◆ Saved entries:
*** Block opens ***

package reservoir

import (
	"math"

	"brinefront/physics/fracflow"
	"brinefront/physics/numeric"
)

// Outcome says how a limit was met, or why not.
type Outcome string

const (
	Reached      Outcome = "reached"
	FromTheStart Outcome = "from the start" // beyond the limit before anything was injected, and for good
	Never        Outcome = "never"          // Final says what the quantity tends to instead
)

// Limit is the time at which a flood stops paying. Time and PVI are +Inf when never.
type Limit struct {
	Outcome   Outcome
	Time, PVI float64
	Final     float64 // what the limited quantity tends to
}

func (l *Linear) limit(q, final float64) Limit {
	if q == 0 {
		return Limit{FromTheStart, 0, 0, final}
	}
	return Limit{Reached, l.TimeAt(q), q, final}
}

func never(final float64) Limit { return Limit{Never, math.Inf(1), math.Inf(1), final} }

// AtWaterCut is the first time at which the water cut at surface is at least cut
// (0 < cut < 1). A cut inside the jump of a front is reached when the front arrives.
func (l *Linear) AtWaterCut(cut float64) Limit {
	_, f := l.Displacement.InletFace()
	final := fracflow.SurfaceCut(f, l.Bw, l.Bo)
	q, ok := l.Displacement.PVIAtCut(fracflow.ReservoirCut(cut, l.Bw, l.Bo))
	if !ok {
		return never(final)
	}
	return l.limit(q, final)
}

// AtOilRate is the time from which the oil rate at surface (calendar, m3/s) stays below
// rate. At constant pressure difference the rate of a viscous oil rises until
// break-through, so that a flood may begin below the limit and cross it twice: the
// last crossing counts.
//
// The rate is looked at from late times to early ones at the nodes of the displacement's
// path, between which it is monotone or nearly so, and the crossing is then found exactly.
func (l *Linear) AtOilRate(rate float64) Limit {
	nodes := l.Displacement.Path()
	_, face := l.Displacement.InletFace()
	final := l.oilRate(math.Inf(1), face)
	if final >= rate {
		return never(final)
	}
	excess := func(xi float64) float64 { // in terms of xi = 1/Q, finite at both ends
		if xi == 0 {
			return final - rate
		}
		_, f := l.Displacement.Outlet(1 / xi)
		return l.oilRate(1/xi, f) - rate
	}
	late := 0.0 // below the limit here
	for _, n := range nodes {
		if n.Xi > 0 && l.oilRate(1/n.Xi, n.F) >= rate {
			if n.Xi == late { // the jump of a shock
				return l.limit(1/n.Xi, final)
			}
			return l.limit(1/numeric.Zero(excess, late, n.Xi, excess(late), l.oilRate(1/n.Xi, n.F)-rate), final)
		}
		late = n.Xi
	}
	// Before break-through the cut is constant and the rate monotone.
	_, f := l.Displacement.Outlet(0)
	first := l.oilRate(0, f) - rate
	if first < 0 || len(nodes) == 0 {
		return l.limit(0, final)
	}
	q := numeric.Zero(func(q float64) float64 { return l.oilRate(q, f) - rate }, 0, 1/late, first, l.oilRate(1/late, f)-rate)
	return l.limit(q, final)
}

// oilRate is the calendar oil rate at surface when the outlet's water cut is f.
func (l *Linear) oilRate(q, f float64) float64 {
	return l.onRate(l.Resistance(q)) * l.Uptime * (1 - f) / l.Bo
}
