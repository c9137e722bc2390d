package reservoir

import (
	"math"
	"math/rand/v2"
	"testing"

	"brinefront/physics/displace"
	"brinefront/physics/fracflow"
	"brinefront/physics/relperm"
)

func invented(t *testing.T, muo float64) Path {
	t.Helper()
	flow := fracflow.Flow{Curves: viscous, MuW: 0.47e-3, MuO: muo}
	d, err := displace.New(flow, 0.763, 0.213)
	if err != nil {
		t.Fatal(err)
	}
	return Path{PoreVolume: 1, Impedance: 1, Shape: Even, Flood: NewFlood(flow, d)}
}

// Under one rate or one pressure a run is the linear flood.
func TestRunOfOneStep(t *testing.T) {
	flow := fracflow.Flow{Curves: viscous, MuW: 0.47e-3, MuO: 5.93e-3}
	for _, drive := range []Drive{ConstantRate{2e-4}, ConstantPressure{2.3e6}} {
		l := build(t, rock(drive), flow, 0.763, 0.213)
		path := Path{PoreVolume: l.PoreVolume(), Impedance: l.Length / (l.Permeability * l.Area), Shape: Even, Flood: NewFlood(flow, l.Displacement)}
		pv := path.PoreVolume
		step := Step{}
		switch d := drive.(type) {
		case ConstantRate:
			step.Rate = d.Q
		case ConstantPressure:
			step.Pressure = d.DP
		}
		r := NewRun(Bundle{{path, pv, 1 / (pv * path.Impedance)}}, pv, l.Uptime, []Step{step}, 1e10)
		bt, _ := l.Breakthrough()
		for _, share := range []float64{0.2, 0.9, 1.3, 9} {
			want, m := l.At(share*bt), r.At(share*bt)
			near(t, "injected", m.Injected*pv, want.CumInjected, 1e-13*want.CumInjected)
			near(t, "oil rate", m.OilRate*m.Pace*pv/l.Bo, want.OilRate, 1e-12*want.OilRate)
			near(t, "injection rate", m.Rate*m.Pace*pv, want.InjectionRate, 1e-13*want.InjectionRate)
			near(t, "pressure", m.Pressure, want.PressureDrop, 1e-12*want.PressureDrop)
			near(t, "time", r.TimeAt(m.Clock), m.Time, 1e-12*m.Time)
		}
	}
}

// Random schedules: volumes go on where they were, no limit is passed, a rate that can be
// held is, and what is injected is the integral of the rate.
func TestSchedules(t *testing.T) {
	rng := rand.New(rand.NewPCG(8, 15))
	for trial := range 40 {
		b := randomBundle(rng, invented(t, math.Exp(rng.NormFloat64()-6)).Tabulate(1e-9), 1+rng.IntN(12), rng.Float64())
		steps, from := []Step{}, 0.0
		for range 1 + rng.IntN(5) {
			s := Step{From: from}
			if kind := rng.IntN(4); kind > 0 {
				s.Rate = 0.02 + 0.2*rng.Float64()
			}
			if kind := rng.IntN(3); kind > 0 {
				s.Pressure = 1e-4 * (1 + 9*rng.Float64())
			}
			steps, from = append(steps, s), from+5*rng.Float64()
		}
		end := from + 10
		r := NewRun(b, 1, 0.9, steps, end)
		if len(r.pieces) > 10*len(steps) {
			t.Fatalf("trial %d: %d pieces", trial, len(r.pieces))
		}
		const n = 4000
		former := r.At(0)
		sum := 0.0
		for i := 1; i <= n; i++ {
			at := end * float64(i) / n
			m := r.At(at)
			if m.Injected < former.Injected-1e-12 || m.Oil < former.Oil-1e-9 {
				t.Fatalf("trial %d: volumes shrink at %g", trial, at)
			}
			var s Step
			for _, one := range steps {
				if one.From <= at {
					s = one
				}
			}
			rate := m.Rate * m.Pressure
			if s.Pressure > 0 && m.Pressure > s.Pressure*(1+1e-9) || s.Rate > 0 && rate > s.Rate*(1+1e-9) {
				t.Fatalf("trial %d: step %+v, rate %g at %g Pa", trial, s, rate, m.Pressure)
			}
			if s.Rate > 0 && rate < s.Rate*(1-1e-6) && m.Pressure < s.Pressure*(1-1e-6) {
				t.Fatalf("trial %d: step %+v is held to %g at %g Pa without need", trial, s, rate, m.Pressure)
			}
			middle := r.At(end * (float64(i) - 0.5) / n)
			sum += middle.Rate * middle.Pace * end / n
			former = m
		}
		near(t, "integral of the rate", sum, former.Injected, 3e-3*former.Injected+1e-9) // a step within an interval of the midpoint rule
	}
}

// A rate that the limit forbids from the first moment is held to the limit from then on,
// and by nothing once the flood takes it.
func TestRateBeyondItsLimit(t *testing.T) {
	path := invented(t, 5.93e-3) // resists less and less
	const limit = 1e-3
	rate := 1.2 * limit / path.Resistance(0)
	r := NewRun(path, 1, 1, []Step{{Rate: rate, Pressure: limit}}, 1e5)
	if len(r.pieces) != 2 || r.pieces[0].pressure != limit || r.pieces[1].rate != rate {
		t.Fatalf("pieces %+v", r.pieces)
	}
	near(t, "resistance as it lets go", path.At(r.pieces[1].clock).Rate, rate/limit, 1e-12*rate/limit)
	near(t, "time", r.pieces[1].time, r.pieces[1].clock/limit, 1e-12*r.pieces[1].time)
}

// Gas-filled space: nothing comes out before it is filled, and afterwards oil lags by it.
func TestFillUp(t *testing.T) {
	path := invented(t, 5.93e-3)
	const gas = 0.07
	f := Filling{path, gas}
	before, after := f.At(path.Clock(0.069)), f.At(path.Clock(1.4))
	if before.Oil != 0 || before.OilRate != 0 || before.Cut() != 0 || before.HoldingRate != before.Rate {
		t.Errorf("before: %+v", before)
	}
	plain := path.At(path.Clock(1.4))
	near(t, "oil", after.Oil, plain.Oil-gas, 1e-15)
	near(t, "held", after.Held, gas, 0)
	near(t, "cut", after.Cut(), plain.Cut(), 1e-15)
}

// straight curves are piston-like up to a mobility ratio of 1.
var straight = relperm.Corey{Swc: 0.2, Sor: 0.2, Krw0: 1, Kro0: 1, Nw: 1, No: 1}

// By hand, from the formula of Muskat (1937).
func TestEndResistance(t *testing.T) {
	near(t, "end", EndResistance(300, 200, 0.1, 2), 200*(math.Log(200/(0.2*math.Pi))+2)/(math.Pi*300), 1e-15)
}
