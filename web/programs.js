// A program (WebAssembly) travels gzipped and in base64 inside a plain script
// that sets one global: that is the one way that works from a folder and from a
// host alike.

// compile turns such a text into a WebAssembly.Module. Compiling overlaps
// decompressing.
export function compile(text) {
  const unzipped = new Blob([bytes(text)]).stream().pipeThrough(new DecompressionStream("gzip"));
  return WebAssembly.compileStreaming(new Response(unzipped, { headers: { "Content-Type": "application/wasm" } }));
}

function bytes(text) {
  if (Uint8Array.fromBase64) {
    return Uint8Array.fromBase64(text);
  }
  // A plain loop: the per-character callback of Uint8Array.from takes a second
  // where this takes some milliseconds.
  const characters = atob(text);
  const decoded = new Uint8Array(characters.length);
  for (let i = 0; i < characters.length; i++) {
    decoded[i] = characters.charCodeAt(i);
  }
  return decoded;
}
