package reservoir

import (
	"math"

	"brinefront/physics/pattern"
)

// Streamtubes is a well pattern under a flood: one tube beside the other at a common
// pressure difference, each with the exact linear displacement and the resistance that
// follows from it.
//
// It is worked out for unit k, phi, h and d. In a layer its pore volume is
// Area phi h d^2, with d the distance between the wells, and its clock is
//
//	k/(phi d^2) int dp dt,
//
// which makes it a Member of pace k/(phi d^2), whatever its size: layers of the same
// curves share it. The rate is PoreVolume Pace Rate dp, as of any member.
//
// The tubes are those of unit mobility; see package pattern.
//
// Source: Higgins & Leighton (1962).
type Streamtubes struct {
	Geometry *pattern.Geometry
	Flood    *Flood
	Tubes    Bundle // one member a tube, in their order
	Whole    *Table
}

var _ Body = Streamtubes{}

// NewStreamtubes floods a pattern between given wells. Tables of the tubes, and of all
// together, meet the exact solution within tolerance, in pore volumes.
func NewStreamtubes(g *pattern.Geometry, bores pattern.Bores, flood *Flood, tolerance float64) Streamtubes {
	s := Streamtubes{Geometry: g, Flood: flood}
	quick := flood.Tabulated(tolerance / 10)
	far := 0.0
	for _, t := range g.Tubes {
		ends := g.Ends(t, bores)
		shape, left := relieved(Shape{V: t.V, G: t.G, In: ends.In, Out: ends.Out})
		p := Path{PoreVolume: g.Area * t.Area, Impedance: ends.Impedance * left, Flood: quick, Shape: shape}
		m := Member{Body: p.Tabulate(tolerance), PoreVolume: p.PoreVolume, Pace: 1 / (p.PoreVolume * p.Impedance)}
		s.Tubes = append(s.Tubes, m)
		far = math.Max(far, p.Clock(furthest)/m.Pace)
	}
	s.Whole = s.Tubes.Tabulate(tolerance, far)
	return s
}

// relieved takes negative resistances of the ends out of the body: a well whose effective radius
// lies beyond its circle frees the rock inside that radius of resistance, and that rock holds what
// the front has made of it, not what is injected. left is what then counts as the whole resistance.
func relieved(s Shape) (r Shape, left float64) {
	from, to := math.Max(0, -s.In), 1-math.Max(0, -s.Out)
	left = to - from
	if left == 1 {
		return s, 1
	}
	r = Shape{In: math.Max(0, s.In) / left, Out: math.Max(0, s.Out) / left}
	put := func(v, g float64) {
		if n := len(r.V); n == 0 || v > r.V[n-1] {
			r.V, r.G = append(r.V, v), append(r.G, math.Max(0, math.Min(1, (g-from)/left)))
		}
	}
	for k, g := range s.G {
		for _, at := range [2]float64{from, to} {
			if k > 0 && at > s.G[k-1] && at < g {
				put(s.V[k-1]+(s.V[k]-s.V[k-1])*(at-s.G[k-1])/(g-s.G[k-1]), at)
			}
		}
		put(s.V[k], g)
	}
	return r, left
}

// At implements Body.
func (s Streamtubes) At(clock float64) Outflow { return s.Whole.At(clock) }

// Breakthrough implements Body.
func (s Streamtubes) Breakthrough() float64 { return s.Whole.Breakthrough() }

// Front is the share of tube i that the foremost wave has passed; 0 when nothing moves.
func (s Streamtubes) Front(i int, clock float64) float64 {
	m := s.Tubes[i]
	return math.Min(1, m.Body.At(clock*m.Pace).Injected*s.Flood.Displacement.FrontSpeed())
}

// Swept is the areal sweep: the part of the pattern's area that the foremost wave has passed.
func (s Streamtubes) Swept(clock float64) float64 {
	swept, whole := 0.0, 0.0
	for i, t := range s.Geometry.Tubes {
		swept += t.Area * s.Front(i, clock)
		whole += t.Area
	}
	return swept / whole
}
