package reservoir

import (
	"fmt"
	"math"
	"testing"

	"brinefront/physics/displace"
	"brinefront/physics/fracflow"
	"brinefront/physics/relperm"
)

// BenchmarkFlood times each step from curves to a forecast, over table sizes.
func BenchmarkFlood(b *testing.B) {
	curves := map[string]relperm.Curves{"Corey": viscous}
	for _, n := range []int{10, 100, 1000, 10000} {
		sw, krw, kro := make([]float64, n), make([]float64, n), make([]float64, n)
		for i := range n {
			u := float64(i) / float64(n-1)
			sw[i], krw[i], kro[i] = 0.213+0.55*u, 0.327*math.Pow(u, 2.7), 0.861*math.Pow(1-u, 2.15)
		}
		for name, kind := range map[string]relperm.Kind{"cubic": relperm.MonotoneCubic, "straight": relperm.StraightLine} {
			table, err := relperm.NewTable(sw, krw, kro, kind)
			if err != nil {
				b.Fatal(err)
			}
			curves[fmt.Sprintf("%s-%d", name, n)] = table
		}
	}
	for name, curve := range curves {
		flow := fracflow.Flow{Curves: curve, MuW: 0.47e-3, MuO: 5.93e-3}
		lo, hi := flow.Ends()
		d, err := displace.New(flow, hi, lo)
		if err != nil {
			b.Fatal(err)
		}
		l, err := NewLinear(rock(ConstantPressure{2.3e6}), flow, d)
		if err != nil {
			b.Fatal(err)
		}
		run := func(step string, f func()) {
			b.Run(step+"/"+name, func(b *testing.B) {
				for b.Loop() {
					f()
				}
			})
		}
		late := l.TimeAt(0.7)
		run("displace.New", func() { displace.New(flow, hi, lo) })
		run("Saturation", func() { d.Saturation(1 / 0.7) })
		run("NewLinear", func() { NewLinear(l.Layer, flow, d) })
		run("At", func() { l.At(late) })
	}
}
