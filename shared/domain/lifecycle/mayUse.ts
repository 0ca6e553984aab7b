import type { LifecycleFacts, Unmet } from './facts';
import { STATE_FACTS } from './states';

type UseFacts = Pick<
  LifecycleFacts,
  'state' | 'condemned' | 'hasLiveLabel' | 'makersTag' | 'nextDueOn' | 'discardOn' | 'offHireOn'
>;

/**
 * Why a sling may not be used, empty when it may: the state alone never decides.
 * A date counts while it lies in the future: on the day itself the sling is due and stays in the store.
 * @param today the site's date, YYYY-MM-DD
 */
export function listMayNotUse(facts: UseFacts, today: string): Unmet[] {
  const reasons: Unmet[] = [];
  const add = (isWrong: boolean, rule: string, message: string): void => {
    if (isWrong) reasons.push({ rule, message });
  };
  add(
    facts.state !== 'in_service',
    'state',
    facts.condemned && facts.state === 'held'
      ? 'It is condemned.'
      : `It is ${STATE_FACTS[facts.state].word.toLowerCase()}, not in service.`,
  );
  add(facts.makersTag !== 'legible', 'makers_tag', `Its maker’s tag is ${facts.makersTag}.`);
  add(!facts.hasLiveLabel, 'live_label', 'No label is confirmed on it.');
  add(facts.nextDueOn === null, 'never_inspected', 'It has no complete inspection yet.');
  add(isReached(facts.nextDueOn, today), 'inspection_due', 'Its inspection is due.');
  add(isReached(facts.discardOn, today), 'discard_date', 'Its discard date has come.');
  add(isReached(facts.offHireOn, today), 'off_hire', 'Its hire has ended.');
  return reasons;
}

function isReached(date: string | null, today: string): boolean {
  return date !== null && date <= today;
}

*** Block closes ***

Write out a verbatim copy of the data, beginning with its first line and ending with the line that contains "for _, n := range nodes".

package reservoir

import (
	"math"

	"brinefront/physics/fracflow"
	"brinefront/physics/numeric"
)

// Outcome says how a limit was met, or why not.
type Outcome string

const (
	Reached      Outcome = "reached"
	FromTheStart Outcome = "from the start" // beyond the limit before anything was injected, and for good
	Never        Outcome = "never"          // Final says what the quantity tends to instead
)

// Limit is the time at which a flood stops paying. Time and PVI are +Inf when never.
type Limit struct {
	Outcome   Outcome
	Time, PVI float64
	Final     float64 // what the limited quantity tends to
}

func (l *Linear) limit(q, final float64) Limit {
	if q == 0 {
		return Limit{FromTheStart, 0, 0, final}
	}
	return Limit{Reached, l.TimeAt(q), q, final}
}

func never(final float64) Limit { return Limit{Never, math.Inf(1), math.Inf(1), final} }

// AtWaterCut is the first time at which the water cut at surface is at least cut
// (0 < cut < 1). A cut inside the jump of a front is reached when the front arrives.
func (l *Linear) AtWaterCut(cut float64) Limit {
	_, f := l.Displacement.InletFace()
	final := fracflow.SurfaceCut(f, l.Bw, l.Bo)
	q, ok := l.Displacement.PVIAtCut(fracflow.ReservoirCut(cut, l.Bw, l.Bo))
	if !ok {
		return never(final)
	}
	return l.limit(q, final)
}

// AtOilRate is the time from which the oil rate at surface (calendar, m3/s) stays below
// rate. At constant pressure difference the rate of a viscous oil rises until
// break-through, so that a flood may begin below the limit and cross it twice: the
// last crossing counts.
//
// The rate is looked at from late times to early ones at the nodes of the displacement's
// path, between which it is monotone or nearly so, and the crossing is then found exactly.
func (l *Linear) AtOilRate(rate float64) Limit {
	nodes := l.Displacement.Path()
	_, face := l.Displacement.InletFace()
	final := l.oilRate(math.Inf(1), face)
	if final >= rate {
		return never(final)
	}
	excess := func(xi float64) float64 { // in terms of xi = 1/Q, finite at both ends
		if xi == 0 {
			return final - rate
		}
		_, f := l.Displacement.Outlet(1 / xi)
		return l.oilRate(1/xi, f) - rate
	}
	late := 0.0 // below the limit here
	for _, n := range nodes {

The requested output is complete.